»Mister Courtenay«, stotterte Harris. »Wir haben Sie nicht erwartet.«
»Das sehe ich. Die übrigen verschwinden bitte. Harris, wir gehen in Ihr Büro.« Kathy folgte uns unauffällig.
»Harris«, sagte ich, »gute Arbeit entschuldigt vieles. Sie haben für dieses Projekt verdammt viel gute Arbeit geliefert. Die Atmosphäre überrascht mich, ich bin bestürzt. Aber das läßt sich in Ordnung bringen.«
Sein Telefon läutete, ich nahm den Hörer ab.
Eine Stimme sagte aufgeregt: »Harn? Er ist da. Mach schnell; er hat eine Limousine genommen.«
»Danke«, sagte ich und legte auf. »Ihr Spion vom Flugplatz«, sagte ich zu Harris. Er wurde weiß im Gesicht. »Zeigen Sie mir jetzt Ihre Listen«, sagte ich, »und die Interview-Formulare. Den Lochkartencode. Die Matrizen. Die Entwicklungs-Tabellen. Die Vorarbeiten. Kurzum, alles, von dem Sie nicht annehmen, daß ich es mir ansehen will.

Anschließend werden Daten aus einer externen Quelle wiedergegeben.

/**
 * The repeated-suspect condition of the batch monitor (docs/bad-pixels.md): `count` suspect scans
 * within the last `window` judged spectra raise it (kind 'analyzer', key 'repeated-suspect'), fewer
 * clear it. Checked against the monitor's own per-spectrum `suspect` flags, recounted here with a
 * plain sliding window; the rule is common practice with no source (default 3 in 20).
 */
import { describe, expect, it } from 'vitest';
import { simulateDryerBatch, type SimulatedBatch } from '../../simulators/batch.ts';
import { REPEATED_SUSPECT_KEY, replayBatch, resolveSuspectScans, type BatchMonitorOptions } from '../../core/monitor/batch-monitor.ts';
import { buildSmallDryerModel } from '../server/model-fixture.ts';

const { model } = buildSmallDryerModel(11);
const spiky = simulateDryerBatch({ seed: 32, id: 'spiky', intervalS: 60, faults: [{ type: 'spikes', onsetS: 300, params: { probability: 0.35, magnitude: 0.3 } }] });

function run(b: SimulatedBatch, opts: BatchMonitorOptions) {
  const { results } = replayBatch(model, b.start, b.spectra.map((v, i) => ({ seq: i, t: b.times[i]!, values: v })), opts);
  const changes = results.flatMap((r) => r.conditionChanges.filter((c) => c.key === REPEATED_SUSPECT_KEY).map((c) => ({ seq: r.seq, active: c.active, kind: c.kind })));
  return { results, changes };
}

/** Where "count suspect in the last window" turns on and off, from the flags alone. */
function expectedChanges(flags: boolean[], count: number, window: number) {
  const out: { seq: number; active: boolean; kind: string }[] = [];
  let on = false;
  for (let i = 0; i < flags.length; i++) {
    const n = flags.slice(Math.max(0, i - window + 1), i + 1).filter(Boolean).length;
    if ((n >= count) !== on) { on = !on; out.push({ seq: i, active: on, kind: 'analyzer' }); }
  }
  return out;
}

describe('repeated suspect scans', () => {
  it('raise and clear by the sliding-window rule (default 3 in 20, and 2 in 5)', () => {
    for (const [opts, count, window] of [[{}, 3, 20], [{ suspectScans: { count: 2, window: 5 } }, 2, 5]] as const) {
      const { results, changes } = run(spiky, opts);
      const flags = results.map((r) => r.suspect);
      expect(flags.filter(Boolean).length).toBeGreaterThanOrEqual(5);
      const exp = expectedChanges(flags, count, window);
      expect(exp.length).toBeGreaterThanOrEqual(1);
      expect(changes).toEqual(exp);
      // standing in activeConditions exactly while on
      for (const r of results) {
        const standing = exp.filter((e) => e.seq <= r.seq).at(-1)?.active ?? false;
        expect(r.activeConditions.includes(REPEATED_SUSPECT_KEY)).toBe(standing);
      }
    }
  });

  it('false never raises it; a batch without spikes does not', () => {
    expect(run(spiky, { suspectScans: false }).changes).toEqual([]);
    const good = simulateDryerBatch({ seed: 31, id: 'good', intervalS: 60 });
    expect(run(good, {}).changes).toEqual([]);
  });

  it('refuses a rule that cannot be met', () => {
    expect(() => resolveSuspectScans({ window: 32 })).toThrow(/window must be an integer 1…31/);
    expect(() => resolveSuspectScans({ count: 0 })).toThrow(/count must be an integer 1…window/);
    expect(() => resolveSuspectScans({ count: 6, window: 5 })).toThrow(/count must be an integer 1…window \(5\)/);
    expect(resolveSuspectScans({})).toEqual({ count: 3, window: 20 });
  });
});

Holen Sie die Unterlagen.«
Er verharrte lange, lange Zeit regungslos, dann sagte er schließlich: »Die existieren nicht.«
»Was können Sie mir zeigen?«
»Endergebnisse«, murmelte er. »Zusammenstellungen.«
»Fälschungen, meinen Sie? Fingiertes Material, wie das, was Sie uns per Telefon durchgegeben haben?«
Er nickte. Sein Gesicht war grünlich.
»Wie konnten Sie das nur tun, Harris?« fragte ich. »Wie konnten ausgerechnet Sie das tun?«
Ein unkontrollierter Schwall von Worten ergoß sich aus seinem Mund. Er hatte es nicht tun wollen. Es sei seine erste selbständige Arbeit gewesen. Vielleicht sei er ein Versager. Er hatte versucht, wenigstens das Fußvolk auf Trab zu halten, während er selbst schuftete, aber es gelang ihm nicht; sie spürten seine Unsicherheit und nahmen sich Freiheiten heraus, und er wagte nicht, etwas dagegen zu unternehmen. Das Selbstmitleid verschwand aus seiner Stimme, er wurde beinahe angriffslustig. Was für einen Unterschied machte es denn schon? Es war doch schließlich nur eine Vorarbeit, ohnehin rein hypothetisch. Das spielte doch überhaupt keine Rolle. Außerdem würde das ganze Unternehmen letztlich vielleicht doch im Sande verlaufen. Warum sollte er es nicht auf die leichte Schulter nehmen; es gab so viele andere Leute, die es sich nicht besonders schwer machten und mit allem durchkamen.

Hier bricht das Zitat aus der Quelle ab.